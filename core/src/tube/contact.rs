//! The reflected shock meets the contact surface: tailoring.

use super::driver::{Drive, Driver};
use super::driver_error::DriverError;
use super::forward::mach_excess_where;
use super::proven_root::Side;
use super::side::ContactSide;
use super::test_gas::{BehindShock, TestGas};
use crate::gas::{Gamma, sound_speed_squared};
use crate::number::{Ball, Dual, Enclosure, Positive, Semifield};
use crate::shock::Entry;

/// What comes back from the contact surface after the reflected shock has met it.
#[derive(Clone, Copy, Debug, PartialEq, Eq, Hash)]
#[cfg_attr(feature = "serde", derive(serde::Serialize))]
pub enum Tailoring {
    /// Under-tailored: the driver gas yields, an expansion comes back and the pressure at the end wall falls.
    Expansion,
    /// Tailored to all digits of the inputs: nothing comes back, or a weak wave of either kind.
    Tailored,
    /// Over-tailored: a shock comes back and the pressure at the end wall rises.
    Shock,
}

/// The contact surface, between the test gas behind the reflected shock and the driver gas in state 3.
///
/// It stays at rest behind the reflected shock if the driver gas is stopped by the same pressure p5:
///
/// > ρ2[(γ2 + 1)P + γ2 − 1] = ρ3[(γ3 + 1)P + γ3 − 1], P = p5/p2,
///
/// each side being 2 p2(P − 1)²/(Δu)² of a shock from p2 to p5 (Rankine–Hugoniot). If the right side is smaller an expansion comes back, if it is
/// larger a shock. With a thermally perfect test gas the left side is 2 p2(P − 1)²/u2² of its own reflected shock.
///
/// The answer is ideal: a measured tailored Mach number differs, since the contact surface is a mixing zone and the driver is not ideal.
///
/// ```
/// use endwall::gas::{Fill, Gas, HeatCapacityRatio};
/// use endwall::shock::{Entry, Incident};
/// use endwall::tube::{BehindShock, Contact, Driver, Tailoring};
/// let helium = Gas::new(HeatCapacityRatio::ratio(5, 3)?, 0.004002602)?;
/// let fill = Fill::new(Gas::new(HeatCapacityRatio::ratio(7, 5)?, 0.0280134)?, 10e3, 295.0)?;
/// let driver = Driver::new(helium, 295.0)?;
/// for (mach, wave) in [(3.0, Tailoring::Expansion), (3.7, Tailoring::Shock)] {
///     let shock = Incident::new(&fill, Entry::Mach, mach)?;
///     let behind = BehindShock::from(&shock);
///     let contact = Contact::new(&behind, &driver.for_shock(&behind)?);
///     assert_eq!(contact.tailoring(), wave);
///     let met = contact.interaction()?;
///     let falls = met.pressure.certainly_less(shock.state_5().pressure);
///     assert_eq!(falls, wave == Tailoring::Expansion);
/// }
/// # Ok::<(), Box<dyn std::error::Error>>(())
/// ```
#[derive(Clone, Copy, Debug)]
pub struct Contact<'a> {
    pub(super) behind: BehindShock<'a>,
    pub(super) side_3: ContactSide<'a>,
}

/// A tailored Mach number.
#[derive(Clone, Copy, Debug, PartialEq)]
#[cfg_attr(feature = "serde", derive(serde::Serialize))]
pub struct TailoredMach {
    /// M − 1.
    pub mach_excess: Enclosure,
    /// M.
    pub mach: Enclosure,
    /// Whether it is proven that no other Mach number is tailored; for a thermally perfect test gas it is not.
    pub is_only: bool,
}

impl<'a> Contact<'a> {
    /// Between the test gas of a shock and the driver gas that drives it.
    pub fn new(behind: &BehindShock<'a>, drive: &Drive<'a>) -> Self {
        Self { behind: *behind, side_3: drive.side_3 }
    }

    /// Δu/(P − 1) of a shock from p2 to p5 into the driver gas, m/s: a3 √(2/(γ3[(γ3 + 1)P + γ3 − 1])) for constant heat capacity.
    fn stopping(&self) -> Ball {
        let excess = self.behind.reflected_excess;
        self.side_3.speed(Dual::constant(excess), true).value() / excess
    }

    /// Left and right side of the condition, kg/m³.
    pub fn sides(&self) -> [Enclosure; 2] {
        let BehindShock { pressure, gas_speed, reflected_excess, .. } = self.behind;
        let test_gas = pressure.doubled() * (reflected_excess / gas_speed).squared();
        let driver_gas = pressure.doubled() / self.stopping().squared();
        [test_gas.enclosure(), driver_gas.enclosure()]
    }

    /// Right over left side, less 1: dimensionless, zero where tailored, negative where an expansion comes back.
    ///
    /// > (u2/Δu)² − 1 = γ3 u2²[(γ3 + 1)P + γ3 − 1]/(2 a3²(P − 1)²) − 1,
    ///
    /// Δu that of a shock from p2 to p5 into the driver gas, the last form for constant heat capacity.
    pub fn mismatch(&self) -> Ball {
        let BehindShock { gas_speed, reflected_excess, .. } = self.behind;
        (gas_speed / (self.stopping() * reflected_excess)).squared() - Ball::whole(1)
    }

    /// What comes back.
    pub fn tailoring(&self) -> Tailoring {
        let mismatch = self.mismatch();
        if mismatch.is_certainly_negative() {
            Tailoring::Expansion
        } else if mismatch.is_certainly_positive() {
            Tailoring::Shock
        } else {
            Tailoring::Tailored
        }
    }
}

impl Driver<'_> {
    /// The Mach number that is tailored with this driver in this test gas: see [`Contact`]. It does not depend on the pressures.
    ///
    /// Domain: a4/a1 > γ4/γ1, the limit of the condition for weak shocks. The enclosure lies between doubles at which the sign of the mismatch is proven.
    ///
    /// There is no other for a test gas of constant heat capacity with 3(γ1 − 1)(γ4 + 1) ≥ (γ4 − 1)(3 − γ1): tailored is
    /// a3² = a2² γ3[(γ3 + 1)P + γ3 − 1]/(γ1[(γ1 + 1)P + γ1 − 1]); the left side falls with M, and the right side does not. With z = M² − 1, G = γ1 + 1, A, B, C of
    /// [`Jump`](crate::shock::Jump) and μ = (γ − 1)/(γ + 1) the logarithm of the right side has the slope
    ///
    /// > 2(γ1 − 1)(G + 2γ1 z + γ1 z²)/(A B(1 + z)) − G²(μ3 − μ1)/(A(C + μ3 B)),
    ///
    /// and brought over one denominator each power of z has a coefficient that is not negative if 2(γ1 − 1)(1 + μ3) ≥ G(μ3 − μ1), which is the condition.
    ///
    /// # Errors
    /// [`DriverError::NeverTailored`] outside the domain; [`DriverError::Gas`] for tolerances, and where a thermally perfect gas leaves its data before.
    ///
    /// ```
    /// use endwall::gas::{Fill, Gas, HeatCapacityRatio};
    /// use endwall::tube::{Driver, TestGas};
    /// let helium = Gas::new(HeatCapacityRatio::ratio(5, 3)?, 0.004002602)?;
    /// let fill = Fill::new(Gas::new(HeatCapacityRatio::ratio(7, 5)?, 0.0280134)?, 10e3, 295.0)?;
    /// let tailored = Driver::new(helium, 295.0)?.tailored_mach(TestGas::from(&fill))?;
    /// assert!((tailored.mach.middle() - 3.342).abs() < 5e-4);
    /// assert!(tailored.is_only && tailored.mach_excess.width_in_ulp() <= 2);
    /// # Ok::<(), Box<dyn std::error::Error>>(())
    /// ```
    pub fn tailored_mach(&self, gas: TestGas) -> Result<TailoredMach, DriverError> {
        self.exact_for(gas)?;
        let one = Ball::whole(1);
        let gamma_4 = self.gamma();
        let (a1_squared, gamma_1, is_constant) = match gas {
            TestGas::Constant(fill) => {
                let gamma = Gamma::from_excess(fill.gas().heat_capacity_ratio().excess().ball());
                (sound_speed_squared(gamma, fill.temperature().ball(), fill.gas().molar_mass().ball()), gamma.value(), true)
            }
            TestGas::Thermal(fill) => {
                let setting = gas.behind(Entry::Mach, 2.0)?;
                let isothermal =
                    sound_speed_squared(Gamma { d: Ball::from(0.0), q: one }, fill.temperature().ball(), fill.gas().molar_mass());
                let square = setting.sound_speed_1.squared();
                (square, square / isothermal, false)
            }
        };
        // Weak shocks: a4/γ4 against a1/γ1.
        let over = self.sound_speed() / a1_squared.sqrt();
        let limit = gamma_4.value() / gamma_1;
        if !(over - limit).is_certainly_positive() {
            return Err(DriverError::NeverTailored { sound_speed_ratio: over.nearest(), limit: limit.nearest() });
        }
        let mach_excess = mach_excess_where(gas, |behind| {
            let side_3 = self.side_3(behind)?;
            let mismatch = |side_3| Contact { behind: *behind, side_3 }.mismatch();
            Ok(side_3.map_or(Side::Beyond, |side_3| Side::Value(mismatch(side_3))))
        })?;
        let (below, above) = ((gamma_1 - one) * gamma_4.plus_one() * Ball::whole(3), gamma_4.d * (Ball::whole(3) - gamma_1));
        let is_only = is_constant && (above - below).enclosure().high() <= 0.0;
        Ok(TailoredMach { mach_excess, mach: Enclosure::whole(1) + mach_excess, is_only })
    }
}
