//! The test gas, as a driver sees it: what the shock into it leaves behind.

use super::driver_error::DriverError;
use super::side::ContactSide;
use super::thermal_side::ThermalSide;
use crate::gas::{Fill, Gamma};
use crate::number::{Ball, Enclosure, Known, Semifield};
use crate::shock::{Entry, Flow, Incident, Jump, Output, ThermalFill, ThermalShock};

/// A fill of the driven tube.
#[derive(Clone, Copy, Debug)]
pub enum TestGas<'a> {
    /// Of constant heat capacity.
    Constant(&'a Fill),
    /// Thermally perfect.
    Thermal(&'a ThermalFill<'a>),
}

impl<'a> From<&'a Fill> for TestGas<'a> {
    fn from(fill: &'a Fill) -> Self {
        Self::Constant(fill)
    }
}

impl<'a> From<&'a ThermalFill<'a>> for TestGas<'a> {
    fn from(fill: &'a ThermalFill<'a>) -> Self {
        Self::Thermal(fill)
    }
}

impl<'a> TestGas<'a> {
    /// p1, Pa.
    pub fn pressure(self) -> Known {
        match self {
            Self::Constant(fill) => fill.pressure(),
            Self::Thermal(fill) => fill.pressure(),
        }
    }

    /// The gas behind the shock for which the quantity `entry` has this value.
    ///
    /// # Errors
    /// [`DriverError`] as for [`Incident::new`] and [`ThermalShock::new`].
    pub fn behind(self, entry: Entry, value: impl Into<Known>) -> Result<BehindShock<'a>, DriverError> {
        let value = value.into();
        Ok(match self {
            Self::Constant(fill) => {
                let shock = Incident::new(fill, entry, value)?;
                BehindShock::of_constant(self, &shock)
            }
            Self::Thermal(fill) => {
                let shock = ThermalShock::new(fill, entry, value)?;
                BehindShock::of_thermal(self, &shock)
            }
        })
    }

    /// The same for M − 1 in a search: the direct relations in balls, without the integers by which [`Incident`] decides last bits.
    pub(super) fn behind_mach_excess(self, excess: f64) -> Result<BehindShock<'a>, DriverError> {
        let Self::Constant(fill) = self else { return self.behind(Entry::MachExcess, excess) };
        let gas = fill.gas();
        let gamma = Gamma::from_excess(gas.heat_capacity_ratio().excess().ball());
        let jump = Jump::from_mach_excess(gamma, Ball::from(excess));
        let flow = Flow::new(jump, gamma, fill.pressure().ball(), fill.temperature().ball(), gas.molar_mass().ball());
        Ok(BehindShock::new(self, |output| flow.evaluate(output)))
    }
}

/// What a driver must push, and what the contact surface needs to know: state 2 and the step of the reflected shock from a rigid wall, as balls, so that
/// no digit is lost on the way.
///
/// Made from an [`Incident`] or a [`ThermalShock`], by `From` or with [`TestGas::behind`]. For inputs with tolerances each quantity is enclosed on its own.
///
/// ```
/// use endwall::gas::{Fill, Gas, HeatCapacityRatio};
/// use endwall::shock::{Entry, Incident};
/// use endwall::tube::BehindShock;
/// let nitrogen = Gas::new(HeatCapacityRatio::ratio(7, 5)?, 0.0280134)?;
/// let fill = Fill::new(nitrogen, 10e3, 295.0)?;
/// let shock = Incident::new(&fill, Entry::Mach, 2.0)?;
/// let behind = BehindShock::from(&shock);
/// assert!(behind.pressure().enclosure().encloses(shock.state_2().pressure)); // p2 is 45 kPa exactly
/// assert!(behind.heat_capacity_ratio().contains(1.4));
/// # Ok::<(), endwall::gas::InputError>(())
/// ```
#[derive(Clone, Copy, Debug)]
pub struct BehindShock<'a> {
    pub(super) gas: TestGas<'a>,
    pub(super) mach: Ball,
    pub(super) sound_speed_1: Ball,
    pub(super) pressure: Ball,
    pub(super) gas_speed: Ball,
    pub(super) density: Ball,
    pub(super) sound_speed: Ball,
    pub(super) shock_speed: Ball,
    pub(super) reflected_speed: Ball,
    pub(super) pressure_5: Ball,
    pub(super) sound_speed_5: Ball,
    pub(super) temperature_5: Ball,
    /// p5/p2 − 1.
    pub(super) reflected_excess: Ball,
}

impl<'a> BehindShock<'a> {
    fn of_constant(gas: TestGas<'a>, shock: &Incident) -> Self {
        let fill = shock.fill();
        let inputs =
            [shock.entry().1, fill.pressure(), fill.temperature(), fill.gas().molar_mass(), fill.gas().heat_capacity_ratio().known()];
        if inputs.iter().all(|input| input.exact().is_some()) {
            let flow = shock.ball_flow();
            Self::new(gas, |output| flow.evaluate(output))
        } else {
            Self::new(gas, |output| Ball::around(shock.output(output)))
        }
    }

    fn of_thermal(gas: TestGas<'a>, shock: &ThermalShock) -> Self {
        // At a point the ball has more digits than the enclosure; for a tolerance, or for two answers at a joint, only the enclosure holds all.
        Self::new(gas, |output| if shock.is_single() { shock.ball(output) } else { Ball::around(shock.output(output)) })
    }

    fn new(gas: TestGas<'a>, ball: impl Fn(Output) -> Ball) -> Self {
        let gas_speed = ball(Output::GasSpeed2);
        let (pressure, rise) = (ball(Output::Pressure2), ball(Output::PressureRise));
        let step = ball(Output::Step);
        Self {
            gas,
            mach: ball(Output::Mach),
            sound_speed_1: ball(Output::SoundSpeed1),
            pressure,
            gas_speed,
            density: ball(Output::Density2),
            sound_speed: ball(Output::SoundSpeed2),
            shock_speed: ball(Output::ShockSpeed),
            reflected_speed: ball(Output::ReflectedSpeed),
            pressure_5: ball(Output::Pressure5),
            sound_speed_5: ball(Output::SoundSpeed5),
            temperature_5: ball(Output::Temperature5),
            reflected_excess: (step - rise) / pressure,
        }
    }

    /// The test gas.
    pub fn test_gas(&self) -> TestGas<'a> {
        self.gas
    }

    /// M of the incident shock.
    pub fn mach(&self) -> Ball {
        self.mach
    }

    /// p2, Pa.
    pub fn pressure(&self) -> Ball {
        self.pressure
    }

    /// u2, m/s.
    pub fn gas_speed(&self) -> Ball {
        self.gas_speed
    }

    /// ρ2, kg/m³.
    pub fn density(&self) -> Ball {
        self.density
    }

    /// a2, m/s.
    pub fn sound_speed(&self) -> Ball {
        self.sound_speed
    }

    /// p5/p2 of the reflection from a rigid wall.
    pub fn reflected_over_incident_pressure(&self) -> Ball {
        Ball::whole(1) + self.reflected_excess
    }

    /// γ2 = ρ2 a2²/p2, of the heat capacity with which state 2 was computed.
    pub fn heat_capacity_ratio(&self) -> Enclosure {
        match self.gas {
            TestGas::Constant(fill) => fill.gas().heat_capacity_ratio().enclosure(),
            TestGas::Thermal(_) => (self.density * self.sound_speed.squared() / self.pressure).enclosure(),
        }
    }

    /// γ − 1, where it is constant.
    pub(super) fn constant_gamma(&self) -> Option<Gamma<Ball>> {
        match self.gas {
            TestGas::Constant(fill) => Some(Gamma::from_excess(fill.gas().heat_capacity_ratio().excess().ball())),
            TestGas::Thermal(_) => None,
        }
    }

    /// The gas in state 5, for the waves into it.
    pub(super) fn side_5(&self) -> ContactSide<'a> {
        let constant = |excess| ContactSide::Constant { gamma: Gamma::from_excess(excess), sound_speed: self.sound_speed_5 };
        match self.gas {
            TestGas::Constant(fill) => constant(fill.gas().heat_capacity_ratio().excess().ball()),
            TestGas::Thermal(fill) => match fill.constant_heat_capacity_5() {
                Some(c) => constant(Ball::whole(1) / (c - Ball::whole(1))),
                None => ContactSide::Thermal(ThermalSide::new(fill.gas(), self.temperature_5)),
            },
        }
    }
}

impl<'a> From<&'a Incident> for BehindShock<'a> {
    fn from(shock: &'a Incident) -> Self {
        Self::of_constant(TestGas::Constant(shock.fill()), shock)
    }
}

impl<'a> From<&'a ThermalShock<'a>> for BehindShock<'a> {
    fn from(shock: &'a ThermalShock<'a>) -> Self {
        Self::of_thermal(TestGas::Thermal(shock.fill()), shock)
    }
}
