"""What the template tags write, and the links that keep a list's address."""

from __future__ import annotations

import datetime as dt
import json
from types import SimpleNamespace
from typing import Any
from urllib.parse import parse_qs

import pytest
import time_machine
from django.template import Context, Template
from django.test import RequestFactory

from fleet.formats import FIXED
from tests.factories import make_book


def write(source: str, address: str = "/modules/", **context: Any) -> str:
    """The template as text with ordinary spaces."""
    context["request"] = RequestFactory().get(address)
    return Template("{% load look %}" + source).render(Context(context)).replace(FIXED, " ")


def test_number_and_percent() -> None:
    assert (
        write("{{ 61400|number }} {{ share|percent }} {{ play|number:1 }}", share=0.22, play=1.26) == "61 400 22 % 1.3"
    )


@time_machine.travel("2026-12-01 09:00:00+00:00")
def test_a_day_shows_its_year_only_when_it_is_another() -> None:
    days = {"near": dt.date(2026, 10, 4), "far": dt.date(2024, 1, 21)}
    assert write("{{ near|short_day }}, {{ far|short_day }}, {{ far|long_day }}", **days) == (
        "4 Oct, 21 Jan 2024, 21 January 2024"
    )


def test_an_instant_is_shown_in_the_zone_of_its_site() -> None:
    at = dt.datetime(2026, 6, 30, 23, 30, tzinfo=dt.UTC)
    assert write('{{ at|moment:"Europe/Oslo" }}', at=at) == "1 July 2026, 01:30"
    assert write('{{ at|day_in:"America/New_York" }}', at=at).startswith("30 Jun")


@pytest.mark.django_db
def test_an_instant_of_no_site_is_shown_by_the_books_clock_and_never_against_a_chosen_zone() -> None:
    make_book(zone="Europe/Amsterdam")
    at = dt.datetime(2024, 1, 21, 23, 30, tzinfo=dt.UTC)
    assert write("{{ at|moment }} {{ at|long_day }}", at=at) == "22 January 2024, 00:30 22 January 2024"
    chosen = "{% load tz %}{% timezone 'UTC' %}{{ at|moment }}{% endtimezone %}"
    assert write(chosen, at=at) == "21 January 2024, 23:30"


@pytest.mark.parametrize("kind", ["object", "mapping"])
def test_estimate_carries_its_interval(kind: str) -> None:
    ends = {"estimate": 61034.2, "lower": 54010.0, "upper": 70220.0}
    result = SimpleNamespace(**ends) if kind == "object" else ends
    text = write('{% estimate result unit="strokes" %}', result=result)
    assert text == '<b class="num">61 000</b> strokes <span class="ci num">(54 000 to 70 200)</span>'


def test_estimate_of_a_share_writes_the_sign_once() -> None:
    result = {"estimate": 0.22, "lower": 0.14, "upper": 0.331}
    assert '<b>22 %</b> <span class="ci">14–33</span>' in write(
        '{% estimate result unit="share" dash=True %}', result=result
    )


def test_estimate_without_an_upper_end_says_so() -> None:
    result = {"estimate": 210.0, "lower": 150.0, "upper": float("inf")}
    assert "(over 150)" in write("{% estimate result %}", result=result)


def test_estimate_that_is_not_known() -> None:
    assert write("{% estimate result %}", result={"estimate": None}) == '<span class="est"><b>not known</b></span>'


def test_estimate_shows_value_and_ends_to_the_same_place() -> None:
    text = write("{% estimate result %}", result={"estimate": 2.14, "lower": 1.6, "upper": 12.71})
    assert '2.1</b> <span class="ci num">(1.6 to 12.7)' in text


def test_estimate_escapes_its_unit() -> None:
    assert "&lt;b&gt;" in write("{% estimate result unit=unit %}", result={"estimate": 1}, unit="<b>")


def query(text: str) -> dict[str, list[str]]:
    return parse_qs(text.replace("&amp;", "&").lstrip("?"))


def test_sorting_keeps_the_filters_and_goes_back_to_the_first_page() -> None:
    link = write('{% sort_url "site" %}', "/modules/?state=stopped&page=4&sort=tag")
    assert query(link) == {"state": ["stopped"], "sort": ["site"]}


def test_sorting_twice_turns_the_order_round() -> None:
    assert query(write('{% sort_url "site" %}', "/modules/?sort=site")) == {"sort": ["-site"]}
    assert query(write('{% sort_url "site" %}', "/modules/?sort=-site")) == {"sort": ["site"]}


def test_the_sorted_column_is_told_to_screen_readers() -> None:
    assert write('{% sort_state "site" %}', "/modules/?sort=-site") == "descending"
    assert write('{% sort_state "tag" %}', "/modules/?sort=-site") == ""


def test_page_links_keep_every_filter_value() -> None:
    link = write("{% with_query page=3 %}", "/modules/?site=A&site=B&q=K-9")
    assert query(link) == {"site": ["A", "B"], "q": ["K-9"], "page": ["3"]}


def test_links_do_not_let_markup_through() -> None:
    assert "<" not in write("{% with_query page=3 %}", '/modules/?q="><script>')


def test_names_in_a_figure_are_shown_as_written() -> None:
    """A lot or a failure mode is named by a person; its name may be no link, no bold and no end of the script."""
    name = '</script><a href="https://mallory.example"><b>N2</b></a> < 5'
    figure = {
        "data": [{"name": name, "x": [name, 1.5], "hovertemplate": f"%{{y}}<br>%{{x}}<extra>{name}</extra>"}],
        "layout": {"xaxis": {"title": name}, "annotations": ({"text": name},)},
    }
    source = "{% include 'parts/chart.html' with chart=chart %}"
    page = write(source, chart={"id": "one", "figure": figure, "sentence": name, "columns": [], "rows": []})
    assert "<a href" not in page
    drawn = json.loads(page.split('<script id="one" type="application/json">')[1].split("</script>")[0])
    shown = name.replace("<", "&lt;")
    assert drawn["data"] == [
        {"name": shown, "x": [shown, 1.5], "hovertemplate": f"%{{y}}<br>%{{x}}<extra>{shown}</extra>"}
    ]
    assert drawn["layout"] == {"xaxis": {"title": shown}, "annotations": [{"text": shown}]}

+ + + + +

Leave out every line above except those from the line with "let value = value.into();" up to and including the line with "let jump = Jump::from_mach_excess(gamma, Ball::from(excess));", and copy those exactly.

» **Response for this exercise**:
        let value = value.into();
        Ok(match self {
            Self::Constant(fill) => {
                let shock = Incident::new(fill, entry, value)?;
                BehindShock::of_constant(self, &shock)
            }
            Self::Thermal(fill) => {
                let shock = ThermalShock::new(fill, entry, value)?;
                BehindShock::of_thermal(self, &shock)
            }
        })
    }

    /// The same for M − 1 in a search: the direct relations in balls, without the integers by which [`Incident`] decides last bits.
    pub(super) fn behind_mach_excess(self, excess: f64) -> Result<BehindShock<'a>, DriverError> {
        let Self::Constant(fill) = self else { return self.behind(Entry::MachExcess, excess) };
        let gas = fill.gas();
        let gamma = Gamma::from_excess(gas.heat_capacity_ratio().excess().ball());
        let jump = Jump::from_mach_excess(gamma, Ball::from(excess));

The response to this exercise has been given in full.